Return only those lines of the listing that hold the word "numbers".

▶

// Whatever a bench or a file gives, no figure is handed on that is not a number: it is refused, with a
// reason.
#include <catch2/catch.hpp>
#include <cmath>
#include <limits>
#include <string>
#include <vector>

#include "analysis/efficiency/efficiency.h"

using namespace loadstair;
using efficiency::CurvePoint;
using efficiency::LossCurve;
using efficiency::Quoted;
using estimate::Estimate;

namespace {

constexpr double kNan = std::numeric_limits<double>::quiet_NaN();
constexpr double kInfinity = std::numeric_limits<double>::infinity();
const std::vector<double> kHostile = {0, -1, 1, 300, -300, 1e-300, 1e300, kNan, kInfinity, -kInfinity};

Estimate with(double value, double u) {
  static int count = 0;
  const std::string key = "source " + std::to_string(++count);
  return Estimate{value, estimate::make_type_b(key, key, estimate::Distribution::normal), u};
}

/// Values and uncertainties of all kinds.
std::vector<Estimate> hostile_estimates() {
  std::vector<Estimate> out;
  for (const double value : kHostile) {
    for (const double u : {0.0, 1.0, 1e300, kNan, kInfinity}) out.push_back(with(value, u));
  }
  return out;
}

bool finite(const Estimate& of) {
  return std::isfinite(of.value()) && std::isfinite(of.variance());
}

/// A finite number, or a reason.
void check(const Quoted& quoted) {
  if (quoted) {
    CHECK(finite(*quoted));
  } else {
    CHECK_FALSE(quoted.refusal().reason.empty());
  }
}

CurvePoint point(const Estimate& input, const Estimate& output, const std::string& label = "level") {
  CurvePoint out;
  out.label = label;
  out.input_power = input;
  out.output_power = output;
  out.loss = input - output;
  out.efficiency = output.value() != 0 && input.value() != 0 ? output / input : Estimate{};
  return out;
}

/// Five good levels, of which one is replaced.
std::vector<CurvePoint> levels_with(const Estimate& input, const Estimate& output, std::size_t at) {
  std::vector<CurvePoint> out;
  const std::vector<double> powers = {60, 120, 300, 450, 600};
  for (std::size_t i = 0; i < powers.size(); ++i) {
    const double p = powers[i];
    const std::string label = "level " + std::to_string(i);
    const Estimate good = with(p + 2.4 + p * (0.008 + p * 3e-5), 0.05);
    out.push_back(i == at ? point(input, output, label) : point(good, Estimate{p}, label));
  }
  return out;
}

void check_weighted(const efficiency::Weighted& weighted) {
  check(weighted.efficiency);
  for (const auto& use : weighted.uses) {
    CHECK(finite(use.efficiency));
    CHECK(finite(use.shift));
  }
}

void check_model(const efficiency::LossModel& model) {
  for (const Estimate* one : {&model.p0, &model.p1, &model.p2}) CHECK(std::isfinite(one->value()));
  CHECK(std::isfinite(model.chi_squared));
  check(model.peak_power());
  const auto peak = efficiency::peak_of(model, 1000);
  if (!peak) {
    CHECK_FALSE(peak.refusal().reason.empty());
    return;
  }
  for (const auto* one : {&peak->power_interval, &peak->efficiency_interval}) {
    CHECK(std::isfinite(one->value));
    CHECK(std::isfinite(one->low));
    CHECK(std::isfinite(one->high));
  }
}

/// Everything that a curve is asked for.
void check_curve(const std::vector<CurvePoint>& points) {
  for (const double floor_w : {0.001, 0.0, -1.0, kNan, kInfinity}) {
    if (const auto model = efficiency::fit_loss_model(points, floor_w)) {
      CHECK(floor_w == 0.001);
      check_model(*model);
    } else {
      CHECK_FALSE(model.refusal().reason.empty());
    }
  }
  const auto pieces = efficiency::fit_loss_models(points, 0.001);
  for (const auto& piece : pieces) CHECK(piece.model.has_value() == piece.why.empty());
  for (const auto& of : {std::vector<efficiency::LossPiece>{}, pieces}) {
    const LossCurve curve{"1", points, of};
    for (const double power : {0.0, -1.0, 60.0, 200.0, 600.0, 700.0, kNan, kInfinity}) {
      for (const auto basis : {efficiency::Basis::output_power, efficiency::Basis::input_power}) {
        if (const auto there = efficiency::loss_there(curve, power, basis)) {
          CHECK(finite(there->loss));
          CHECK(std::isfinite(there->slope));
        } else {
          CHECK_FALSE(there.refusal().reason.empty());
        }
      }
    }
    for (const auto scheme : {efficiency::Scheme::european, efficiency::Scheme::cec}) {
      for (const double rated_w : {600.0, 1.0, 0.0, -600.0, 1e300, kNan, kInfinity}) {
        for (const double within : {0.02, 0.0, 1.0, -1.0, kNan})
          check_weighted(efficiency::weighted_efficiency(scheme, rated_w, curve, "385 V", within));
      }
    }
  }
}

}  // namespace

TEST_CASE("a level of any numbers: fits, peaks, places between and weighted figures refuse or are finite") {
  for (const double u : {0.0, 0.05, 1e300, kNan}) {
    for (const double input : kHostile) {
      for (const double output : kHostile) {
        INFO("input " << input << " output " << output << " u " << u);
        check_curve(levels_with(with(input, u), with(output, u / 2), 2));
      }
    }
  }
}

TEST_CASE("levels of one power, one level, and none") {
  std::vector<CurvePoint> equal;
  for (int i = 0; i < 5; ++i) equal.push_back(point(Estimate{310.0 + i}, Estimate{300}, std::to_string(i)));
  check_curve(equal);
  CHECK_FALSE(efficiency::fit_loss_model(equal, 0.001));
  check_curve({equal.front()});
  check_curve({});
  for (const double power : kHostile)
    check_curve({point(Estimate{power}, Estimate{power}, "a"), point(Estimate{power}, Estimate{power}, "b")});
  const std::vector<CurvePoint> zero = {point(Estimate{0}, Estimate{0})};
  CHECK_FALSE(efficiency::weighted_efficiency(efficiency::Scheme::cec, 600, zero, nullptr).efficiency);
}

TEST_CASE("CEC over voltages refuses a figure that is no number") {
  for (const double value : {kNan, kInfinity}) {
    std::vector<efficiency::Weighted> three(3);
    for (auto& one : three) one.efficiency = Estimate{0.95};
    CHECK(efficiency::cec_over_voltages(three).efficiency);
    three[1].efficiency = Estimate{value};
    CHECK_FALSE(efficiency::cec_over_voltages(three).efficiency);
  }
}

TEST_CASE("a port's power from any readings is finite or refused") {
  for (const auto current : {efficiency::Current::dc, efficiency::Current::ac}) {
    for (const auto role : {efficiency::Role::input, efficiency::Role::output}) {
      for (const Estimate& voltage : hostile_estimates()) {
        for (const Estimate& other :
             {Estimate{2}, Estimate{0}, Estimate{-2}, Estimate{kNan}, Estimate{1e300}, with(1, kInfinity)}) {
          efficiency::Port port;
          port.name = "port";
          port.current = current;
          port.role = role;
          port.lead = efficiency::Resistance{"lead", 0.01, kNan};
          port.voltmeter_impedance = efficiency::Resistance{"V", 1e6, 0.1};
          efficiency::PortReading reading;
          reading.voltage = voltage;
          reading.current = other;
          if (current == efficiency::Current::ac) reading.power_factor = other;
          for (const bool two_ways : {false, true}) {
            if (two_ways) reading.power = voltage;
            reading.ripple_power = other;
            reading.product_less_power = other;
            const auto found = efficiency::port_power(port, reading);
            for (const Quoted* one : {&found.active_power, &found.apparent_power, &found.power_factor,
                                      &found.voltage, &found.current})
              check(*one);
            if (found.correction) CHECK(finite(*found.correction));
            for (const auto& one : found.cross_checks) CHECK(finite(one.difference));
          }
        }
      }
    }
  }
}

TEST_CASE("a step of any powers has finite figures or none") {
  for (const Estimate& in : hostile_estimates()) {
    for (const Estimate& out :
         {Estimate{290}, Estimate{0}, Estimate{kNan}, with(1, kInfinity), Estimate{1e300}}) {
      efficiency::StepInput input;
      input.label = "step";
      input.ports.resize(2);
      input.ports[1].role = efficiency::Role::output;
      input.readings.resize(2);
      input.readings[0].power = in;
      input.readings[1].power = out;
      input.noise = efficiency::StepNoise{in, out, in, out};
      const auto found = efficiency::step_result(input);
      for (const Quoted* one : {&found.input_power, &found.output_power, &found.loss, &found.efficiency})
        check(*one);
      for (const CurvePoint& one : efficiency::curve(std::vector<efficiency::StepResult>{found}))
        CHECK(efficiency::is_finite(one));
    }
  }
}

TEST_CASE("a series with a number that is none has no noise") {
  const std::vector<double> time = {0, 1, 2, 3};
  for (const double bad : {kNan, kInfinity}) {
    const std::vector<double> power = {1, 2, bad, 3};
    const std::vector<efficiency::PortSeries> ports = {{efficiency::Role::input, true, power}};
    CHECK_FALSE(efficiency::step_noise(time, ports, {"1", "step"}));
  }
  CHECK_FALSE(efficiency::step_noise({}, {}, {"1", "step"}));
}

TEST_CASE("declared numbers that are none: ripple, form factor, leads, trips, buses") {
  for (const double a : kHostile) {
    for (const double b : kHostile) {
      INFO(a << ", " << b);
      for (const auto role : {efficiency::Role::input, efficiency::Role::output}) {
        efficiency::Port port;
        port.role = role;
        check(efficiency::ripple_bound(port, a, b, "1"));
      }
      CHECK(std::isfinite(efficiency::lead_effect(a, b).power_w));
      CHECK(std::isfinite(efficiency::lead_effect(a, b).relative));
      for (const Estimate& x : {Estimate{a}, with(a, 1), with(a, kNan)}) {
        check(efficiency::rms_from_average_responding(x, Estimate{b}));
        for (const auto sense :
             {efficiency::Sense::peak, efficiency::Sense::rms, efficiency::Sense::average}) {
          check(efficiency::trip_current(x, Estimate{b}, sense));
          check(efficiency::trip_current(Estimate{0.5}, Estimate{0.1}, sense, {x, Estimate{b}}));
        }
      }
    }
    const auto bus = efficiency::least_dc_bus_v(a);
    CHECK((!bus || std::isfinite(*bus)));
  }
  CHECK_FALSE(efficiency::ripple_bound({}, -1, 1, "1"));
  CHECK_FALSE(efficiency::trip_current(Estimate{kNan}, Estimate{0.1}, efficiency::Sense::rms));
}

◀
▶

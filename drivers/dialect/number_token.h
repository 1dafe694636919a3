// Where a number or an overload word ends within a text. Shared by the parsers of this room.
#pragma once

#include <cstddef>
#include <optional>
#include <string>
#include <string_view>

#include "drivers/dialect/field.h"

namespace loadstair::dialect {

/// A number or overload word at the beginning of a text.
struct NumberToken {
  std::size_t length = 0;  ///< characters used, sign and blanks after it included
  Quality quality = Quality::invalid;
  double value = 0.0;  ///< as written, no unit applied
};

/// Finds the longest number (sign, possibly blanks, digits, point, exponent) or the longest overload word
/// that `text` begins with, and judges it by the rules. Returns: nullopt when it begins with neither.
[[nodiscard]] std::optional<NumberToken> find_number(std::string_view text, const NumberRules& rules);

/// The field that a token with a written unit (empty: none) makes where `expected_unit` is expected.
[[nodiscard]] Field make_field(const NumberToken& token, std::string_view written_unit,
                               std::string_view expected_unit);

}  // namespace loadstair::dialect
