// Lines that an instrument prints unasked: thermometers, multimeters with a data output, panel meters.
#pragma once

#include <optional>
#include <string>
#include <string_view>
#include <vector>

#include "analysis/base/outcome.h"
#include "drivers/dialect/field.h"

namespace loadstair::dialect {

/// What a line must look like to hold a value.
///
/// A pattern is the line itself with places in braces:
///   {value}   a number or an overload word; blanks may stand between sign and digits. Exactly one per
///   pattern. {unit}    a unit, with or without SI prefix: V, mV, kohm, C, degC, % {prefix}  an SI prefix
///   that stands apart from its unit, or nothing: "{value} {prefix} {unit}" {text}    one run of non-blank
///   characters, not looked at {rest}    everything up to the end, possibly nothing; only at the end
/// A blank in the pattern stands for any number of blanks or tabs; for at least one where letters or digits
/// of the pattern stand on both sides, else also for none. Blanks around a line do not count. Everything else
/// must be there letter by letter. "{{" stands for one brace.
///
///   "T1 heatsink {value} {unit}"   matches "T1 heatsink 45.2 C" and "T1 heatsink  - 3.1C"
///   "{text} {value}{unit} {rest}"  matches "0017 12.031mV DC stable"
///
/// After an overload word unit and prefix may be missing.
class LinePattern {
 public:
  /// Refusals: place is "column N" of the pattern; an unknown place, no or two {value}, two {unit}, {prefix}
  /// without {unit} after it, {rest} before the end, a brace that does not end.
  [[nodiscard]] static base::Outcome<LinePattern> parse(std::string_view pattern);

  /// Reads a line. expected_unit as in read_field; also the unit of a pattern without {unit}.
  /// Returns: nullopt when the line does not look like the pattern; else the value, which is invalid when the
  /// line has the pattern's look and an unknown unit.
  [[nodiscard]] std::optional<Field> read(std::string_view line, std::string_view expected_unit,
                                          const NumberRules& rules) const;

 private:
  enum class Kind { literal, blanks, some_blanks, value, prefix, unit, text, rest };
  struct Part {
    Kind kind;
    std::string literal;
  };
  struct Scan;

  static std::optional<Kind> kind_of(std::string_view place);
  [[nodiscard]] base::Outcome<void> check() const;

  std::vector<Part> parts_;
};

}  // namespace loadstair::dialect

◀
▶

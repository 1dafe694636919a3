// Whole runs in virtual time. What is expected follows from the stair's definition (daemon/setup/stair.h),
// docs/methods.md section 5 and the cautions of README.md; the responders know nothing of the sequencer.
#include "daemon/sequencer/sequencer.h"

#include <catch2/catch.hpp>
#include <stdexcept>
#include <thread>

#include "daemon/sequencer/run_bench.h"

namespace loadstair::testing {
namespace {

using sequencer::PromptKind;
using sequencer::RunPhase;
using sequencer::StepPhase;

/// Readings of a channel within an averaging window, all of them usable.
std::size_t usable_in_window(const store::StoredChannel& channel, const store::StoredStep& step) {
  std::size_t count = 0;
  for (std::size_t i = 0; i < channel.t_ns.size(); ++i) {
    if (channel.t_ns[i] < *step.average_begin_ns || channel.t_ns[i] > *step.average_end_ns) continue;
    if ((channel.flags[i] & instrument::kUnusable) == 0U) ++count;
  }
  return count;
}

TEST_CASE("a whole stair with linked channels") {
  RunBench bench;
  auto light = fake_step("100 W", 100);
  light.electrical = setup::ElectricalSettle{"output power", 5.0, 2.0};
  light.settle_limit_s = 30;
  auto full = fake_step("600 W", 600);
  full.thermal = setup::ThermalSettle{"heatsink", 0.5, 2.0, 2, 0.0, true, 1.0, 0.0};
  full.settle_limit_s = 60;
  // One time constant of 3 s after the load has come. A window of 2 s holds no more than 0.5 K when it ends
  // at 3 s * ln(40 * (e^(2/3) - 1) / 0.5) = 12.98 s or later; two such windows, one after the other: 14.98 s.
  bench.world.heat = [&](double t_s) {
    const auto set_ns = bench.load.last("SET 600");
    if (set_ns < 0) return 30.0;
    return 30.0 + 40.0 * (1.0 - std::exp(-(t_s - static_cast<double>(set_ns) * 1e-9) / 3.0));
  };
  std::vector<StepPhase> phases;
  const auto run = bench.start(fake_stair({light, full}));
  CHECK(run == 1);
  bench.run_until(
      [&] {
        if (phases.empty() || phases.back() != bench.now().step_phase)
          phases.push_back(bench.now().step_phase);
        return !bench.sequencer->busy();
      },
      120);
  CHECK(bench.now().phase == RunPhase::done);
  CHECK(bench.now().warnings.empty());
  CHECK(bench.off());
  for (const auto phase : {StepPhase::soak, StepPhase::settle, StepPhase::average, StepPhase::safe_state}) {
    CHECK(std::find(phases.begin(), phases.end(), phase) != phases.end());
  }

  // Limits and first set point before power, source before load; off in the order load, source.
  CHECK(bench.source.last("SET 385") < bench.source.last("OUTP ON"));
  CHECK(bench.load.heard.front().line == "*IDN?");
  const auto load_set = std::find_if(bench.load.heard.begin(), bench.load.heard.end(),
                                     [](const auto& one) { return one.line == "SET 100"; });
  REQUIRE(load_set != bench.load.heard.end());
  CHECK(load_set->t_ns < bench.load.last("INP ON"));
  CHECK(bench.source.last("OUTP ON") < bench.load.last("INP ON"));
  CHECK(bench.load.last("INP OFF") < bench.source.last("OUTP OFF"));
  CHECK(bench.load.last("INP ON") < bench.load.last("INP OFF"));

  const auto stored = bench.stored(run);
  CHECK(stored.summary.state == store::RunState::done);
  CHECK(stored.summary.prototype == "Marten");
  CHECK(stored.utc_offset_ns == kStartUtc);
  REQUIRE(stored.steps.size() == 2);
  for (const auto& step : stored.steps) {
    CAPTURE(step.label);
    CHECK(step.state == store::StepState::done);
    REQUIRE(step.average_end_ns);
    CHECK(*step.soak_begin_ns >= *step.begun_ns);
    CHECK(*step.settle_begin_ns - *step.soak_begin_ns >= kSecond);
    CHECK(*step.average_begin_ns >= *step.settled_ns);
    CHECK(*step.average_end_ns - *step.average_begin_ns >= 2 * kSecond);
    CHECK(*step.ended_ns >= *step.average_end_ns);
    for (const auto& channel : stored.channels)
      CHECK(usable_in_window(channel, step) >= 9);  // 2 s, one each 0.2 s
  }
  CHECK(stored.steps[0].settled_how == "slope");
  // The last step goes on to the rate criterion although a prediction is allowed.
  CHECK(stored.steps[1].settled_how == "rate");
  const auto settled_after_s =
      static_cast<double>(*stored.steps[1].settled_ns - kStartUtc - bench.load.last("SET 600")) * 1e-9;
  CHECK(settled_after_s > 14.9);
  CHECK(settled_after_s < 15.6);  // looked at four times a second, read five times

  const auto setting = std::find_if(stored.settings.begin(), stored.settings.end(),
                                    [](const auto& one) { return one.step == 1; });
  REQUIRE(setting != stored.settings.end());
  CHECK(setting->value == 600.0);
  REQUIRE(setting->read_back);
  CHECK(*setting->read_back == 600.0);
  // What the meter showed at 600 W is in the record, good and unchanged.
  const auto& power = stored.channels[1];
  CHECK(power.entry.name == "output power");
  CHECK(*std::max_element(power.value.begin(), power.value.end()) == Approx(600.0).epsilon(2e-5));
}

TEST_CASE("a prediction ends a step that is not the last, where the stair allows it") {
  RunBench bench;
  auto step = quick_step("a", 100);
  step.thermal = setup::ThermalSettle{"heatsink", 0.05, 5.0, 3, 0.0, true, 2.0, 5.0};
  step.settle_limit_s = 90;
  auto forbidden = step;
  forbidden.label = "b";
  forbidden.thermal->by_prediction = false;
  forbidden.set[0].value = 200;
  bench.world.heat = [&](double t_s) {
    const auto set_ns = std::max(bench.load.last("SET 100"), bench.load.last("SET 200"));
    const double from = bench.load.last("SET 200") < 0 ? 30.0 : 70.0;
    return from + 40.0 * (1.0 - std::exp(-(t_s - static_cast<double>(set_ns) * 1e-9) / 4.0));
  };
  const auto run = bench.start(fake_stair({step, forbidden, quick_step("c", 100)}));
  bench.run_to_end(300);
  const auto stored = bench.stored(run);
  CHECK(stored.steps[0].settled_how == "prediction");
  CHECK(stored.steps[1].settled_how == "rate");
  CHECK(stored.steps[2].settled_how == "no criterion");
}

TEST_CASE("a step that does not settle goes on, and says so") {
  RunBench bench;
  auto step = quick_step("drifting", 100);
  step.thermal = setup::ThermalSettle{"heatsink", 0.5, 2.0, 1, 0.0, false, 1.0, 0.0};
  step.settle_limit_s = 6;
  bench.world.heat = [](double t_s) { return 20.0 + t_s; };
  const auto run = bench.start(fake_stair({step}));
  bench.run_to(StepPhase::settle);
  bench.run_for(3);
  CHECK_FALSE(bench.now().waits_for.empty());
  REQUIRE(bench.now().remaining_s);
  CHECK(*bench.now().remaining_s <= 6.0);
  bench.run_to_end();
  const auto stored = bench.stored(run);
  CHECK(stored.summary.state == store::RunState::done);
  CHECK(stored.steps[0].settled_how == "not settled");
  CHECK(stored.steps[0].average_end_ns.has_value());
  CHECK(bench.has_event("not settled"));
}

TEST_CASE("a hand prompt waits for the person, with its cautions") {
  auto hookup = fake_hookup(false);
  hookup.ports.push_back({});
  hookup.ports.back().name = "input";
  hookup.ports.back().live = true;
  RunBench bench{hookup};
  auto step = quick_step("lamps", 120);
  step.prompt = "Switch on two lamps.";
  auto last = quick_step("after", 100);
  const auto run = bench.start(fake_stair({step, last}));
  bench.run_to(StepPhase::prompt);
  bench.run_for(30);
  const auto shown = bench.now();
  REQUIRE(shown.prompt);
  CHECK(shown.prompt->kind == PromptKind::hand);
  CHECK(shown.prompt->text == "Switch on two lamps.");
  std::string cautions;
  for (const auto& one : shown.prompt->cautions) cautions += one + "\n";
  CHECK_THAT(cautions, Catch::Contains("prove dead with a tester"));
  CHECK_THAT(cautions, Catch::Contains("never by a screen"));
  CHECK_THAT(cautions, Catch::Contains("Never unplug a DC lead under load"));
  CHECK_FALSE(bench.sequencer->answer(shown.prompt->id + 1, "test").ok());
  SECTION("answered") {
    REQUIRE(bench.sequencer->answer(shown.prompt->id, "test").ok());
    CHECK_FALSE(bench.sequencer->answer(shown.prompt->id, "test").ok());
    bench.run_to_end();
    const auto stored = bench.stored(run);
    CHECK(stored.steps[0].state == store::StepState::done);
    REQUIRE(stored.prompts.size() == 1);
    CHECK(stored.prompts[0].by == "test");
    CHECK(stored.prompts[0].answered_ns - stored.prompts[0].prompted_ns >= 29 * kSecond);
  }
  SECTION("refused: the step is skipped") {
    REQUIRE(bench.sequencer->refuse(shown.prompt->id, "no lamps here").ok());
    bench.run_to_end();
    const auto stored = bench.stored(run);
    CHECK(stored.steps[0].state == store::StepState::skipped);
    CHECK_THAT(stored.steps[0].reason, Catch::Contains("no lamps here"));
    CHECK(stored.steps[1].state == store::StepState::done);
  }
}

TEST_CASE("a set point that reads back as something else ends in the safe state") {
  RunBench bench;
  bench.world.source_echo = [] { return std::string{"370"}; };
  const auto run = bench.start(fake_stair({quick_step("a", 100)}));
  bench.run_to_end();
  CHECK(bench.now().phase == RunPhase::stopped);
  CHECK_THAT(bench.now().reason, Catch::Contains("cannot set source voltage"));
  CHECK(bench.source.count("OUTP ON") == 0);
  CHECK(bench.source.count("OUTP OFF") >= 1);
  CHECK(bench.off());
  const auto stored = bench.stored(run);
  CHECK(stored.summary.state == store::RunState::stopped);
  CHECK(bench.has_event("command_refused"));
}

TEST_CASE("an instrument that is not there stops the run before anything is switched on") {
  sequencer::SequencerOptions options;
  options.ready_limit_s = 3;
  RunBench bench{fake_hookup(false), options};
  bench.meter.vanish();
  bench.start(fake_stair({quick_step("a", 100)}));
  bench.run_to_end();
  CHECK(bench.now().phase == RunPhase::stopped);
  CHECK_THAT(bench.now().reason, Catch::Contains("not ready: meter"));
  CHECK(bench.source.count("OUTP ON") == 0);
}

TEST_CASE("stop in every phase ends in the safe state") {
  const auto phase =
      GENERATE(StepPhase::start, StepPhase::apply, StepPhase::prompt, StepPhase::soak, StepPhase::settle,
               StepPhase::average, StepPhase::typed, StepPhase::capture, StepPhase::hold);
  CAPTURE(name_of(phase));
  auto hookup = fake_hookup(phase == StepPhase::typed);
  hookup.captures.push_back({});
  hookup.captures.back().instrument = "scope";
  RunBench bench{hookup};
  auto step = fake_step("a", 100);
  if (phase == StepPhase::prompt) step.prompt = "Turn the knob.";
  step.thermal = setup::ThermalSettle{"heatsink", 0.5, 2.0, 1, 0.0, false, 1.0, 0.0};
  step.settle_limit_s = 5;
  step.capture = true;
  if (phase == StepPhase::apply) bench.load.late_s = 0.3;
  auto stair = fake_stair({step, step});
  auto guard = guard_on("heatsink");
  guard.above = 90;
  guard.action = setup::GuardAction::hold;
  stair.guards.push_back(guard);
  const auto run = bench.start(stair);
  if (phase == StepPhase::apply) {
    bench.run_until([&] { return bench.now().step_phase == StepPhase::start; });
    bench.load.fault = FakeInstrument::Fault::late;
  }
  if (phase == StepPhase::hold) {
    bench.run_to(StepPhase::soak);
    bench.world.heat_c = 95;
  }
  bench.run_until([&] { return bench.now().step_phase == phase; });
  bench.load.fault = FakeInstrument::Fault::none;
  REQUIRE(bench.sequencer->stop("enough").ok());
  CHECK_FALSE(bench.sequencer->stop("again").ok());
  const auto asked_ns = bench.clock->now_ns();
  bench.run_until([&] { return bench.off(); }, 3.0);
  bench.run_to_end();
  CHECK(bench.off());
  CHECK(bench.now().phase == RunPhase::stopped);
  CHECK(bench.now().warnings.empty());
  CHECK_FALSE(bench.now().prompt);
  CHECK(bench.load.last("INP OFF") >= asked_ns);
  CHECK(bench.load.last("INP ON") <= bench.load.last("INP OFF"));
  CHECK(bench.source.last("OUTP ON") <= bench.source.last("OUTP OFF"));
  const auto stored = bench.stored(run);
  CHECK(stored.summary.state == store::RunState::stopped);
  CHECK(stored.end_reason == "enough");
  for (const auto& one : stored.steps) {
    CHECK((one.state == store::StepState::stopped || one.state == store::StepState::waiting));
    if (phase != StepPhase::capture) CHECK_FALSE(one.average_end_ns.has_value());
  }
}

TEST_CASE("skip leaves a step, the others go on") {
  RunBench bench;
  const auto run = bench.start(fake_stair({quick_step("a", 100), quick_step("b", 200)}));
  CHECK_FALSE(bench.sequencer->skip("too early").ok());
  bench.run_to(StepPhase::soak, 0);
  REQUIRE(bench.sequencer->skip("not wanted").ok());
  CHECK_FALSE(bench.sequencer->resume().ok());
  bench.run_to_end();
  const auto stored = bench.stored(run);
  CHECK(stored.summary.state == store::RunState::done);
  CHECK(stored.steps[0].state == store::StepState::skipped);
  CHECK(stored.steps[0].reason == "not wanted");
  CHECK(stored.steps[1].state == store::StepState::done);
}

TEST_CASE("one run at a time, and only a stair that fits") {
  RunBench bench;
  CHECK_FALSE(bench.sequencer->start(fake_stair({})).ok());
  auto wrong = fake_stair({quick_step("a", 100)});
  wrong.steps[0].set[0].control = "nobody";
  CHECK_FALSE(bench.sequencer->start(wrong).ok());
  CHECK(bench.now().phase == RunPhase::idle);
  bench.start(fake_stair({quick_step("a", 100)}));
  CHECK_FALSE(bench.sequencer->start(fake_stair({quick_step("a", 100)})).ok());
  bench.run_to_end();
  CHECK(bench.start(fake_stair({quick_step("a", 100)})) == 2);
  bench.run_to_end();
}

◀

▶ _Result of the exercise_:
TEST_CASE("a level of any numbers: fits, peaks, places between and weighted figures refuse or are finite") {
TEST_CASE("declared numbers that are none: ripple, form factor, leads, trips, buses") {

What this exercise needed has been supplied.